On 05/10/16 22:24, Florian Weimer wrote:
> * David Brown:
> 
>> Far and away the best solution would be for C++ to support named
>> parameters or named arguments:
>>
>> <http://www.open-std.org/jtc1/sc22/wg21/docs/papers/2014/n4172.htm>
>>
>> Then you could write:
>>
>> 	foo(1, 2, bar_p: true);
>>
>> You could also write
>>
>> 	foo(y: 2, bar_p: true, x: 1)
>>
>> and get the same call.
>>
>> It is always much better if you can put something in code rather than a
>> comment.
> 
> True, but I don't think this is possible because function argument
> names are explicitly *not* part of the API today (and are often
> mangled in public header files, if they are included at all).

Why is that?  I have always felt that you should have all the required
information to use a function in its declaration in the header - you
should not have to look up the definition unless you want to know /how/
it works.  And in order to know how to use a function, you need to know
what the parameters are - when that can be communicated through their
name, there is no need to clutter the file with extra comments.

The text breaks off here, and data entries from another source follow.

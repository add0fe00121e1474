"""`python -m benchmarks`: measure everything in one run and print it.

Ends with 1 if a way fails or answers differently, whatever the times are.
"""

from __future__ import annotations

import argparse
import sys
import time
from concurrent.futures import ThreadPoolExecutor
from functools import partial
from pathlib import Path

from benchmarks import report
from benchmarks.growth import FAMILIES, reduced
from benchmarks.measure import measure
from benchmarks.registry import PROBLEMS
from benchmarks.startup import starts
from benchmarks.targets import targets

RESULTS = Path(__file__).with_name("RESULTS.md")


def main(words: list[str] | None = None) -> int:
    """Run the benchmarks the options ask for; the exit code."""
    asked = _parser().parse_args(words)
    if asked.list:
        for one in PROBLEMS:
            print(f"{one.name:16} {', '.join(one.ways):44} {one.says}")
        return 0
    chosen = [
        one for one in PROBLEMS if _wanted(one.name, asked) and (one.smoke or not asked.smoke)
    ]
    if not chosen and not (asked.only and any(_wanted(one.name, asked) for one in FAMILIES)):
        print("No problem of that name; --list shows them all.", file=sys.stderr)
        return 2
    rounds = 1 if asked.smoke else asked.rounds
    budget = 30.0 if asked.smoke else asked.budget
    families = [reduced(one, 2) for one in FAMILIES[1:3]] if asked.smoke else list(FAMILIES)
    if asked.only:
        families = [one for one in families if _wanted(one.name, asked)]
    began = time.monotonic()

    def tell(doing: str) -> None:
        print(f"{time.monotonic() - began:6.0f} s  {doing}", file=sys.stderr, flush=True)

    start = [] if asked.only else starts(1 if asked.smoke else max(3, rounds), tell)
    until = began + asked.within
    run = partial(measure, rounds=rounds, budget=budget, once=asked.smoke, tell=tell, until=until)
    # A smoke run's times mean nothing, so there both cores may work at once.
    with ThreadPoolExecutor(2 if asked.smoke else 1) as workers:
        grown = [(one, list(workers.map(run, one.problems()))) for one in families]
        measured = list(workers.map(run, chosen))
    every = [*measured, *(one for _, found in grown for one in found)]
    faults = [fault for one in every for fault in one.faults]
    text = report.document(measured, start, targets(measured, start), faults, grown)
    print(text)
    if asked.write and faults:
        print("RESULTS.md is not written: see Answers above.", file=sys.stderr)
    elif asked.write:
        RESULTS.write_text(text, encoding="utf-8")
    return 1 if faults else 0


def _wanted(name: str, asked: argparse.Namespace) -> bool:
    return not asked.only or any(name.startswith(word) for word in asked.only)


def _parser() -> argparse.ArgumentParser:
    parser = argparse.ArgumentParser(
        prog="python -m benchmarks", description="Time designer beside other ways, in one run."
    )
    parser.add_argument("--only", nargs="+", metavar="NAME", help="problems whose name starts so")
    parser.add_argument("--smoke", action="store_true", help="smallest sizes, once each (CI)")
    parser.add_argument(
        "--write", action="store_true", help="write benchmarks/RESULTS.md as well, if all is well"
    )
    parser.add_argument("--list", action="store_true", help="name the problems and stop")
    parser.add_argument("--rounds", type=int, default=1, help="turns per way (default 1)")
    parser.add_argument(
        "--budget", type=float, default=20.0, help="seconds per answer before a way is stopped"
    )
    parser.add_argument(
        "--within",
        type=float,
        default=465.0,
        help="seconds in all; what does not fit is left out and said to be",
    )
    return parser


if __name__ == "__main__":
    sys.exit(main())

But it sounds like there was an active decision not to include argument
names in header declarations in gcc code - and I am curious to know the
basis for that.

> 
> Something analogous to std::initializer_list, but for C99 designated
> initializer syntax might be more acceptible.  So in your example:
> 
>   foo({.y = 2, .bar_p = true, .x = 1})

Are you thinking here of making foo a function that takes a single
struct argument, or as a general method for named parameters as an
alternative syntax to "foo(y: 2, bar_p: true, x: 1)" ?  Personally, I
would prefer to drop the brackets "foo(.y = 2, .bar_p = true, .x = 1)" -
I think that would be nicer than either the N4172 syntax or the syntax
with brackets.  I had merely suggested the N4172 choice of a colon
syntax because it is a lot more likely that a proper C++ feature
proposal gets implemented than a suggestion in a mailing list post!

But unless it is realistic that gcc will get named parameter support in
C and/or C++ (either as an extension, or due to a future C or C++
language standard), then a discussion about these details is just
bikeshedding.

> 
> The advantage is that functions supporting this invocation style would
> have to be marked explicitly in the sources, so there would not be an
> accidental source code dependency on a non-portable aspect of system
> header files.
> 


I suppose that even if gcc were to support named parameters or other
great new features, you couldn't use those features in the source code
for gcc without causing a chicken-and-egg problem.